Blankie

Confession time. I slept with my blankie all the way up until, hmmm… sometime in middle school I think. Although by the time I was forced to part ways with it (as I recall I was still not exactly keen on parting ways with it), it was hardly a blanket anymore. It was more a shred of cotton maybe that had perhaps been a blanket in its former life. It was barely enough to even hold onto anymore. What more could one expect of something that I had held onto every single night for my entire life up until that point? I could not imagine parting ways with it. Yet after years of my mom’s reasoning, cajoling, begging, pleading, finally one day- with my permission- it disappeared from my life for good- when I wasn’t looking because I just couldn’t.

That blanket was my comfort. It was my security. It was the hug that I needed. It helped me feel at home and safe in the world. What would I do without it? Well now I know. I replaced that blanket with success. Achievement. Accomplishments. Awards. Accolades. Credentials. Degrees. Feats. Titles. Knowledge even. What could be more secure than to know? And there was a point in my life when I was pretty sure that I knew. I had it all figured out, or at least the gist of it, which was enough. I was settled. The entire road ahead of me was clear. Life was settled. All that was left to do was to just play it out.

Only, of course it wasn’t settled at all. Nor would it ever be. I found that out the way most of us eventually do, when the blanket that I had wrapped myself in was ripped from me by forces much greater than myself (thankfully), leaving me standing in nothing but a sea of uncertainty when I was in my mid thirties. But I am stubborn as all get out, so rather than simply give in I just pushed harder and bigger, uncertainty and all. The past fifteen years of my life are a testament to that. I am not going to lie, it’s impressive what I (inclusive of my we with Shannon) have done in that time. That is, if you are impressed by the doing.

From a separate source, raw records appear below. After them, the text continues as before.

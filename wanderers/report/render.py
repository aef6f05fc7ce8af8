"""A page model printed as one HTML file that holds everything it needs and asks nothing of a network."""

from __future__ import annotations

import base64
import hashlib
from dataclasses import asdict, fields
from importlib import resources
from typing import Any, Final

from jinja2 import Environment, PackageLoader, StrictUndefined
from markupsafe import Markup

from wanderers.report.page import Page
from wanderers.report.words import GLARE_DEG

HEADINGS: Final = (
    ("time", "Time (UTC)"),
    ("what", "Event"),
    ("constellation", "In"),
    ("separation", "Apart"),
    ("elongation", "From the Sun"),
    ("magnitude", "Mag"),
    ("distance", "Distance"),
    ("diameter", "Size"),
)
SITE_HEADINGS: Final = (
    ("local", "Local time"),
    ("what", "Event"),
    ("watch", "Watch, local"),
    ("verdict", "Seen with"),
    ("altitude", "Height"),
    ("separation", "Apart"),
    ("elongation", "From the Sun"),
    ("magnitude", "Mag"),
    ("time", "Time (UTC)"),
)
"""Columns of the page's event table, without a site and with one: names in the page's program, and titles."""

PROGRAMS: Final = ("page.js", "timeline.js")
"""The page's own programs, in the order they run: the second uses the first."""


def rendered(page: Page, data: dict[str, Any], calendar: str) -> str:
    """Return the page as HTML.

    Args:
        page: the model.
        data: the event table as ``page_data.table_data`` gives it.
        calendar: the calendar file as ``page_data.packed`` gives it.
    """
    programs = [f"\n{packaged(name)}" for name in PROGRAMS]
    template = environment().get_template("page.html.j2")
    return template.render(
        {name.name: getattr(page, name.name) for name in fields(page)},
        headings=SITE_HEADINGS if page.site else HEADINGS,
        data=data
        | {"site": page.site, "span": page.span, "stem": page.stem, "glare_deg": GLARE_DEG}
        | {"timeline": asdict(page.timeline)},
        calendar=calendar,
        glare_deg=GLARE_DEG,
        style=Markup(packaged("page.css")),
        programs=[Markup(program) for program in programs],
        program_hashes=[policy_hash(program) for program in programs],
    )


def rendered_beside(page: Any, template: str, style: str) -> str:
    """Return a page that lies beside the report's, a dossier or a campaign, as HTML.

    Args:
        page: the model, a dataclass.
        template: name of its template.
        style: name of its style, which follows the common one.
    """
    program = f"\n{packaged('dossier.js')}"
    return (
        environment()
        .get_template(template)
        .render(
            {name.name: getattr(page, name.name) for name in fields(page)},
            style=Markup(packaged("page.css") + packaged(style)),
            program=Markup(program),
            program_hash=policy_hash(program),
        )
    )


def policy_hash(program: str) -> str:
    """Return what a Content Security Policy (W3C, level 3) lets a program in the page run by."""
    return f"sha256-{base64.b64encode(hashlib.sha256(program.encode()).digest()).decode()}"


def environment() -> Environment:
    """Return the settings of the templates; whatever they are given is escaped."""
    environment = Environment(
        loader=PackageLoader("wanderers.report"),
        autoescape=True,
        undefined=StrictUndefined,
        trim_blocks=True,
        lstrip_blocks=True,
        keep_trailing_newline=True,
    )
    environment.policies["json.dumps_kwargs"] = {
        "separators": (",", ":"),
        "ensure_ascii": False,
        "allow_nan": False,
    }
    return environment


def packaged(name: str) -> str:
    """Return a file that lies beside the template."""
    return resources.files("wanderers.report").joinpath("templates", name).read_text(encoding="utf-8")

Now don’t get me wrong. I am not dissing the path I have travelled. There have been a ton of worthwhile endeavors along it. All I am saying is that it’s time to truly let go of my blankie. I don’t need it anymore. As I find myself once more standing before the abyss of uncertainty, I suddenly don’t have a care in the world. By all accounts I should. I should be very worried about my future right about now. But somehow I’m not. Not at all. I feel peaceful. I feel grateful even for the void in front of and all around me. I am more than o.k. with it. It’s not that I think it’s all going to be easy or that everything is going to go down without a hitch. There are bills to pay, a house to sell, a house to overhaul, jobs (or something like that) to find, and on and on. No news there.

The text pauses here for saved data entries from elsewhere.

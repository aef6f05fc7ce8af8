"""Reissuing a calendar: what was published is read back, and only what changed is raised.

A calendar program takes an entry for a newer one only if its SEQUENCE is higher and its stamps are later
(RFC 5545, 3.8.7.4 and 3.8.7.2; RFC 5546, 2.1.5). So entries that did not change stay as they were, octet by
octet, and entries withdrawn are cancelled instead of left out: leaving out removes them from subscriptions
only, not from imported calendars.
"""

from __future__ import annotations

import datetime as dt
import re
from collections.abc import Mapping, Sequence
from dataclasses import dataclass
from typing import Final

from icalendar import Calendar

from wanderers.errors import WanderersError
from wanderers.report.calendar_entries import (
    Entry,
    entry_of,
    in_order,
    instant,
    instant_text,
    outside_components,
    read_entry,
    unescaped,
    unfolded,
)
from wanderers.site.zones import zone_names

PRODID: Final = "-//wanderers//events of the planets//EN"
"""Tells this program's calendars; carries no version, so that a new one changes no file."""
ADVICE: Final = "give a calendar that this program wrote, or write a new one without --update"
_HALF_MINUTE: Final = dt.timedelta(seconds=30)

UtcSpan = tuple[dt.datetime, dt.datetime]
"""First instant and end of a half-open span, UTC."""


class CalendarFileError(WanderersError):
    """A previous calendar that cannot be updated."""


@dataclass(frozen=True, slots=True)
class Published:
    """A calendar read back.

    Attributes:
        name: its title.
        entries: its entries, in their order.
        zones: definitions of zones that the IANA database does not hold, as written.
    """

    name: str
    entries: tuple[Entry, ...]
    zones: tuple[bytes, ...] = ()


@dataclass(frozen=True, slots=True)
class Change:
    """What became of one entry.

    Attributes:
        what: ``added``, ``moved``, ``changed``, ``restored`` or ``withdrawn``.
        start: of the entry now, UTC.
        title: its summary now.
        minutes: for an entry that moved, by how many; later is positive.
    """

    what: str
    start: dt.datetime
    title: str
    minutes: int = 0

    def __str__(self) -> str:
        """Return one line for people."""
        by = f" by {self.minutes:+d} min" if self.what == "moved" else ""
        return f"{self.what}{by}: {self.start.isoformat(' ')[:16]} UTC, {self.title}"


@dataclass(frozen=True, slots=True)
class Merged:
    """The entries of a reissued calendar, and what became of them."""

    entries: list[Entry]
    changes: list[Change]


def read_calendar(content: bytes, source: str = "the previous calendar") -> Published:
    """Read a calendar that this program wrote.

    Args:
        content: the file.
        source: what messages call it.

    Raises:
        CalendarFileError: no calendar, cut short, damaged, or written by another program.
    """
    text = _calendar_text(content, source)
    header = (line.partition(":") for line in outside_components(unfolded(text)[1:-1]))
    top = {name: value for name, _, value in header}
    if top.get("PRODID") != PRODID:
        author = unescaped(top.get("PRODID", "which leaves no PRODID"))
        raise CalendarFileError(f"{source} was written by another program ({author}): {ADVICE}")
    # Lines that lost their carriage return on the way get it back.
    whole = re.sub(r"\r?\n", "\r\n", text)
    blocks = re.findall(r"^BEGIN:VEVENT\r\n.*?^END:VEVENT\r\n", whole, flags=re.MULTILINE | re.DOTALL)
    entries = tuple(read_entry(block.encode()) for block in blocks)
    _require_sound(entries, source)
    return Published(unescaped(top.get("NAME", "")), entries, _foreign_zones(whole))


def _foreign_zones(whole: str) -> tuple[bytes, ...]:
    """Return the definitions of zones that another hand made, as written."""
    blocks = re.findall(r"^BEGIN:VTIMEZONE\r\n.*?^END:VTIMEZONE\r\n", whole, flags=re.MULTILINE | re.DOTALL)
    named = {block: re.search(r"^TZID:(.*)\r$", block, flags=re.MULTILINE) for block in blocks}
    known = {name.lower() for name in zone_names()}
    return tuple(block.encode() for block, tzid in named.items() if tzid and tzid[1].lower() not in known)


def _calendar_text(content: bytes, source: str) -> str:
    """Return the text of a file that a calendar library accepts as one whole calendar."""
    try:
        text = content.decode("utf-8-sig")
        name = Calendar.from_ical(text).name
    except (ValueError, LookupError, TypeError, AttributeError, AssertionError) as error:
        raise CalendarFileError(f"{source} is no iCalendar file, or is cut short: {ADVICE}") from error
    if name != "VCALENDAR":
        raise CalendarFileError(f"{source} holds a {name}, not a calendar: {ADVICE}")
    return text


def _require_sound(entries: Sequence[Entry], source: str) -> None:
    """Make sure that what reissuing compares can be read, and that names are unique.

    Raises:
        CalendarFileError: names the entry at fault.
    """
    seen: set[str] = set()
    for entry in entries:
        if entry.is_ours and not entry.is_sound():
            raise CalendarFileError(f"{source} is damaged at the entry {entry.uid}: {ADVICE}")
        if entry.is_ours and entry.uid in seen:
            raise CalendarFileError(f"{source} holds the entry {entry.uid} twice: {ADVICE}")
        seen.add(entry.uid)


def merged(
    published: Published, entries: Sequence[Entry], span: UtcSpan, stamp: dt.datetime | None = None
) -> Merged:
    """Bring published entries up to date.

    Entries that another hand added stay as they are.

    Args:
        published: what was issued before.
        entries: what holds now, inside the span.
        span: published entries outside it stay.
        stamp: put on what changed, or a second after its old one if that is later. None is always the
            latter: the result then depends on nothing but the arguments.
    """
    old = {entry.uid: entry for entry in published.entries if entry.is_ours}
    new = {entry.uid: entry for entry in entries}
    settled = [_settled(old[uid], new.get(uid), span, stamp) for uid in old]
    added = [entry for uid, entry in new.items() if uid not in old]
    foreign = [entry for entry in published.entries if not entry.is_ours]
    changes = [change for _, change in settled if change]
    changes += [Change("added", entry.start, entry.title) for entry in added]
    return Merged(
        in_order([*(entry for entry, _ in settled), *added, *foreign]),
        sorted(changes, key=lambda change: (change.start, change.title)),
    )


def _settled(
    old: Entry, new: Entry | None, span: UtcSpan, stamp: dt.datetime | None
) -> tuple[Entry, Change | None]:
    """Decide what becomes of a published entry, given what it is now."""
    if new is None:
        if old.is_cancelled or not _surely_inside(old.moment, span):
            return old, None
        return _cancelled(old, stamp), Change("withdrawn", old.start, old.title)
    if new.content() == old.content():
        return old, None
    minutes = round((new.start - old.start).total_seconds() / 60.0)
    what = "restored" if old.is_cancelled else "moved" if minutes else "changed"
    next_issue = entry_of(_with_values(new.lines, _next_issue(old, stamp)))
    return next_issue, Change(what, new.start, new.title, minutes)


def _surely_inside(start: dt.datetime, span: UtcSpan) -> bool:
    """Tell whether the instant behind a start lies in a span: starts are rounded, but within their day."""
    clock = (start.hour, start.minute)
    before = dt.timedelta() if clock == (0, 0) else _HALF_MINUTE
    after = 2 * _HALF_MINUTE if clock == (23, 59) else _HALF_MINUTE
    return start - span[0] >= before and span[1] - start >= after


def _cancelled(old: Entry, stamp: dt.datetime | None) -> Entry:
    """Return an entry withdrawn: nothing may ring for it any more."""
    lines = [old.lines[0], *outside_components(old.lines[1:-1]), old.lines[-1]]
    return entry_of(_with_values(lines, _next_issue(old, stamp) | {"STATUS": "CANCELLED"}))


def _next_issue(old: Entry, stamp: dt.datetime | None) -> dict[str, str]:
    """Return the properties that tell the next issue of an entry from its last."""
    later = instant(old.value("DTSTAMP")) + dt.timedelta(seconds=1)
    text = instant_text(later if stamp is None else max(stamp, later))
    return {"SEQUENCE": str(old.sequence + 1), "DTSTAMP": text, "LAST-MODIFIED": text}


def _with_values(lines: Sequence[str], values: Mapping[str, str]) -> list[str]:
    """Return an entry's lines with properties set; one it lacks comes first."""
    names = [line.partition(":")[0] for line in lines]
    lacking = [f"{name}:{value}" for name, value in values.items() if name not in names]
    first, *rest = (
        f"{name}:{values[name]}" if name in values else line for name, line in zip(names, lines, strict=True)
    )
    return [first, *lacking, *rest]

My former version of myself would be racing to do all of the above, to fill the void as thoroughly and grandly as possible. But now… I just find myself sitting here. Waiting. Waiting to see what is going to happen next. It’s a curious thing, this turn of events. All I can really say is that the Universe has my attention. And I am vigilant this time to not fill it with knowing, or needing to know even. I think I’ll just patiently sit here. Hang out with my inner 5 year old child. Let her know that she doesn’t need that blankie anymore because I’ve got her. She’s safe. I’m safe. Life is safe. No matter what happens, it’s all o.k.

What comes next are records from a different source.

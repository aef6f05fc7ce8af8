"""The choice of nights against exhaustive search and against what its objective promises."""

from __future__ import annotations

from dataclasses import replace
from itertools import combinations, pairwise
from math import inf

import numpy as np
import pytest
from hypothesis import given
from hypothesis import strategies as st

from wanderers.plans.choice import Problem, burden, choose
from wanderers.plans.clouds import longest_hole

PLACES = st.lists(st.floats(0.0, 20.0), min_size=1, max_size=11)
COSTS = st.lists(st.floats(0.0, 1.0), min_size=12, max_size=12)
MARKS = st.lists(st.tuples(st.floats(-1.0, 21.0), st.floats(0.1, 30.0)), max_size=3)


def problem(places: list[float], costs: list[float], marks: list[tuple[float, float]]) -> Problem:
    marks = sorted(marks)
    return Problem(
        position=np.array(sorted(places)),
        start=0.0,
        end=20.0,
        step=1.7,
        cost=np.array(costs[: len(places)]),
        mark=np.array([place for place, _ in marks], dtype=np.float64),
        weight=np.array([weight for _, weight in marks], dtype=np.float64),
    )


def burden_by_hand(some: Problem, nights: tuple[int, ...]) -> float:
    """The definition once more, one term after the other."""
    places = [float(some.position[night]) for night in nights]
    stops = [some.start, *places, some.end]
    total = sum(((b - a) / some.step) ** 2 for a, b in pairwise(stops))
    for mark, weight in zip(some.mark, some.weight, strict=True):
        total += weight * (min(abs(mark - place) for place in places) / some.step) ** 2
    return float(total + sum(float(some.cost[night]) for night in nights))


def least_of_all(some: Problem, count: int, fixed: tuple[int, ...] = ()) -> float:
    size = some.position.size
    count = min(max(count, len(fixed)), size)
    return min(
        (
            burden_by_hand(some, nights)
            for nights in combinations(range(size), count)
            if {*fixed} <= {*nights}
        ),
        default=inf,
    )


@given(PLACES, COSTS, MARKS, st.integers(1, 12))
def test_the_choice_equals_exhaustive_search(
    places: list[float], costs: list[float], marks: list[tuple[float, float]], count: int
) -> None:
    some = problem(places, costs, marks)
    chosen = choose(some, count)
    assert chosen.nights.size == min(count, len(places))
    assert np.all(np.diff(chosen.nights) > 0)
    assert chosen.burden == pytest.approx(least_of_all(some, count), rel=1e-9)
    assert chosen.burden == pytest.approx(burden_by_hand(some, tuple(chosen.nights.tolist())), rel=1e-12)


@given(PLACES, COSTS, MARKS, st.integers(1, 8), st.sets(st.integers(0, 10), max_size=3))
def test_with_nights_fixed_it_still_equals_exhaustive_search(
    places: list[float], costs: list[float], marks: list[tuple[float, float]], count: int, fixed: set[int]
) -> None:
    some = problem(places, costs, marks)
    held = tuple(sorted(night for night in fixed if night < len(places)))
    chosen = choose(some, count, np.array(held, dtype=np.int64))
    assert {*held} <= {*chosen.nights.tolist()}
    assert chosen.burden == pytest.approx(least_of_all(some, count, held), rel=1e-9)


@given(PLACES, COSTS, MARKS, st.integers(1, 8), st.floats(0.0, 20.0), st.floats(0.0, 1.0))
def test_one_more_usable_night_never_worsens_the_objective(
    places: list[float],
    costs: list[float],
    marks: list[tuple[float, float]],
    count: int,
    more: float,
    cost: float,
) -> None:
    some = problem(places, costs, marks)
    at = int(np.searchsorted(some.position, more))
    richer = replace(some, position=np.insert(some.position, at, more), cost=np.insert(some.cost, at, cost))
    poor, rich = choose(some, count), choose(richer, count)
    # Nights that lack count before the burden.
    assert rich.nights.size > poor.nights.size or rich.burden <= poor.burden * (1.0 + 1e-12) + 1e-12


def test_without_marks_and_costs_steps_are_even() -> None:
    some = problem(np.linspace(0.0, 20.0, 41).tolist(), [0.0] * 41, [])
    np.testing.assert_allclose(some.position[choose(some, 3).nights], [5.0, 10.0, 15.0])
    assert longest_hole(some.position[choose(some, 3).nights], some.start, some.end) == pytest.approx(5.0)


def test_a_mark_draws_a_night_to_it() -> None:
    some = problem(np.linspace(0.0, 20.0, 41).tolist(), [0.0] * 41, [(7.0, 1_000.0)])
    assert 7.0 in some.position[choose(some, 3).nights]


def test_the_better_of_two_nights_at_one_place_is_taken() -> None:
    some = problem([10.0, 10.0], [0.4, 0.3], [])
    assert choose(some, 1).nights.tolist() == [1]
    assert choose(replace(some, cost=np.array([0.3, 0.3])), 1).nights.tolist() == [0]


def test_nothing_to_choose_from_is_no_error() -> None:
    assert choose(problem([], [], []), 5).nights.size == 0
    assert choose(problem([1.0], [0.0], [(3.0, 2.0)]), 0).nights.size == 0


def test_a_whole_year_of_nights_is_chosen_alike_each_time() -> None:
    places = np.sort(np.random.default_rng(4).uniform(0.0, 20.0, 350))
    some = problem(places.tolist(), [0.1] * 350, [(4.0, 20.0), (11.0, 20.0)])
    first, second = choose(some, 50), choose(some, 50)
    assert first.nights.tolist() == second.nights.tolist() and first.nights.size == 50
    # No single exchange of a night for its neighbour improves it.
    for night in first.nights.tolist():
        for other in (night - 1, night + 1):
            if 0 <= other < 350 and other not in first.nights:
                swapped = np.sort(np.append(np.setdiff1d(first.nights, [night]), other))
                assert burden(some, swapped) >= first.burden - 1e-9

Yesterday I had a meeting over hiking with a professor at UVM who is working on the same sort of things I have been working on in the world. First off, yes, we actually met over hiking, not coffee. Thank you Universe for sending me such a beautiful soul to reinforce my peace in so many ways. Just now Shannon and I returned from a Dharma Talk at the Bread Loaf Mountain Zen Community, which we are trying out. Thank you Universe for supporting the founding of this community in our backyard just a year ago. I feel a resonance there. Thank you also for sending me yet another beautiful soul to reinforce my peace through his sharing and the reminder of Jiddu Krishnamurti’s secret to maintaining peace and joy in life:

“I do not mind what happens.”

That sums up this moment for me perfectly. I do not mind what is happening nor what is going to happen, or even not happen for that matter. It’s all o.k. All of it. I’m open. I see the blank slate before me, and I don’t need my blankie.